One of the largest rehabilitation centers of the Netherlands execute services in 15 locations and provide highly quality care to all patients involved. To do so in a fast-paced environment, the board of directors decided to prioritize and focus more on privacy and information security compliance. Since these fields of expertise are regarded as a contributing factor to reaching the internal quality goals and KPI’s. The Board of Directors took ownership and is facilitating the organization to reach the ambitious goals set.
The organization was aware of their own shortcomings on these two subjects. They realized the risks involved and felt a sense of urgency to act professionally and efficiently. Due to lack of internal expertise on the matters of privacy, information security and information management external help had already been engaged. However, direct and accurate insight into governing the risks and compliance challenges had not yet been established.
The rehabilitation center has chosen Audittrail to set up and manage compliance for both privacy and security compliance on their behalf.
We started our project with a baseline status assessment. This meant that we assessed all available documentation, conducted interviews and gained insight in the factual status of compliance. The key take-aways from this phase enabled us to do solid research on the current level of compliance, using the NEN7510 (hyperlink in dutch) as a guideline.
Based on the outcome we formulated a practical continuous improvement-plan. This plan was divided up into several focus areas and phases based on the value of the risk-assessment. This way we were able to set priorities and deliver results within the desired timeframe.

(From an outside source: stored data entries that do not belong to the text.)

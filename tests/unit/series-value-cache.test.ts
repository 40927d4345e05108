// Values kept by the contents of long series (server/services/series-value-cache.ts): an engine
// thread gets a new view of the same shared series with each task, and the worksite's predicted
// tide over a 30-year hindcast (about 0.6 s) was worked again on every task. No outside figures
// here: the checks are that an equal series finds the kept one and any change misses.
import { describe, expect, it } from 'vitest';
import { SeriesCanon, SeriesValueCache, sameValues } from '../../server/services/series-value-cache';
import { siteTide } from '../../server/services/site-context';

const HOUR_MS = 3_600_000;
const T0 = Date.UTC(2020, 0, 1);

describe('SeriesValueCache', () => {
  it('finds a value by equal values in another array, NaN equal to NaN; any changed value, length or key misses', () => {
    const cache = new SeriesValueCache<{ tag: string }>(1e6, () => 100);
    const times = Float64Array.from({ length: 500 }, (_, i) => T0 + i * HOUR_MS);
    const level = Float64Array.from({ length: 500 }, (_, i) => (i % 7 === 0 ? NaN : Math.sin(i)));
    const value = { tag: 'kept' };
    cache.set('k', [times, level], value);
    expect(cache.get('k', [times.slice(), level.slice()])).toBe(value);
    expect(cache.get('other', [times.slice(), level.slice()])).toBeUndefined();
    const moved = times.slice();
    moved[250] += 1;
    expect(cache.get('k', [moved, level])).toBeUndefined();
    const filled = level.slice();
    filled[7] = 0; // a missing value now known
    expect(cache.get('k', [times, filled])).toBeUndefined();
    expect(cache.get('k', [times.subarray(0, 499), level.subarray(0, 499)])).toBeUndefined();
    expect(cache.get('k', [times])).toBeUndefined();
  });

  it('drops the least recently used values beyond its byte bound (values and the inputs they keep)', () => {
    // Each entry: 100 bytes of value and 16 bytes of input (two float64), 116 in all.
    const cache = new SeriesValueCache<number>(250, () => 100);
    const a = (x: number) => Float64Array.of(x, x + 1);
    cache.set('k', [a(1)], 1);
    cache.set('k', [a(2)], 2);
    expect(cache.get('k', [a(1)])).toBe(1); // 1 is now the most recent
    cache.set('k', [a(3)], 3); // 348 bytes: the least recent (2) goes
    expect(cache.get('k', [a(2)])).toBeUndefined();
    expect(cache.get('k', [a(1)])).toBe(1);
    expect(cache.get('k', [a(3)])).toBe(3);
    // Inputs count too: with 128 bytes of input per entry (two make 256 > 250) only one fits.
    const inputs = new SeriesValueCache<number>(250, () => 0);
    const long = (x: number) => new Float64Array(16).fill(x);
    inputs.set('k', [long(1)], 1);
    inputs.set('k', [long(2)], 2);
    expect(inputs.get('k', [long(2)])).toBe(2);
    expect(inputs.get('k', [long(1)])).toBeUndefined();
  });

  it('sameValues: equal lengths and values, NaN equal to NaN, -0 equal to 0', () => {
    expect(sameValues(Float64Array.of(1, NaN, -0), Float64Array.of(1, NaN, 0))).toBe(true);
    expect(sameValues(Float64Array.of(1, NaN), Float64Array.of(1, 2))).toBe(false);
    expect(sameValues(Float64Array.of(1), Float64Array.of(1, 1))).toBe(false);
  });
});

describe("SeriesCanon (the engine thread's task inputs)", () => {
  const site = {
    tide: { source: 'constants' as const, constituents: [{ name: 'M2', amplitude: 1.5, phase: 0 }], z0: 2, datum: 'LAT' },
    latitude: null,
    longitude: null,
  };
  const n = 24 * 60;
  const series = () => ({
    timeMs: Float64Array.from({ length: n }, (_, i) => T0 + i * HOUR_MS),
    hs: Float64Array.from({ length: n }, (_, i) => (i % 50 === 0 ? NaN : 1 + Math.sin(i / 9))),
    flags: new Uint8Array(n).fill(1),
    extra: { waterLevel: Float64Array.from({ length: n }, (_, i) => Math.cos(i / 12)) },
    waterLevelReference: 'residual' as const,
  });

  it('gives back the series seen first for an equal one (new arrays, every field equal), else the one given', () => {
    const canon = new SeriesCanon(64 * 2 ** 20);
    const first = series();
    expect(canon.canonical(first)).toBe(first);
    expect(canon.canonical(series())).toBe(first); // as a message to an engine thread makes new views
    const level = series();
    level.extra.waterLevel[700] += 0.01;
    expect(canon.canonical(level)).toBe(level);
    const flagged = series();
    flagged.flags[3] = 0;
    expect(canon.canonical(flagged)).toBe(flagged);
    const referred = { ...series(), waterLevelReference: 'chart-datum' as const };
    expect(canon.canonical(referred)).toBe(referred);
    const notSeries = { id: 'row', depthM: 12 };
    expect(canon.canonical(notSeries)).toBe(notSeries);
    expect(canon.canonical(null)).toBeNull();
  });

  it("so the worksite's tide, cached by its time array, is found again for a new view of the same series", () => {
    const canon = new SeriesCanon(64 * 2 ** 20);
    const asSeen = (s: ReturnType<typeof series>) => ({ timeMs: s.timeMs, extra: {}, waterLevelReference: undefined });
    const first = canon.canonical(series());
    const tide = siteTide(site, asSeen(first))!;
    expect(tide.waterLevelM.length).toBe(n);
    expect(siteTide(site, asSeen(canon.canonical(series())))).toBe(tide);
    // Without the canon a new view is a new array: the tide is worked again (a new object, equal values).
    const again = siteTide(site, asSeen(series()))!;
    expect(again).not.toBe(tide);
    expect(Array.from(again.waterLevelM)).toEqual(Array.from(tide.waterLevelM));
  });
});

Together with the board and internal project team we set out to execute the plan. We supplied a project manager and the necessary expertise. Beside improving information security we also immediately started working on GDPR compliance. Throughout this process much attention went to building awareness and testing the staff on their level of knowledge.
When we started this project the predecessor of the GDPR, the Dutch WBP was still in effect. We helped the organization prepare for the switch from WBP to GDPR well in time before May 25, 2018. An example to enable this switch was the creation of a privacy office, where we delivered a privacy expert to support and train the internal privacy office.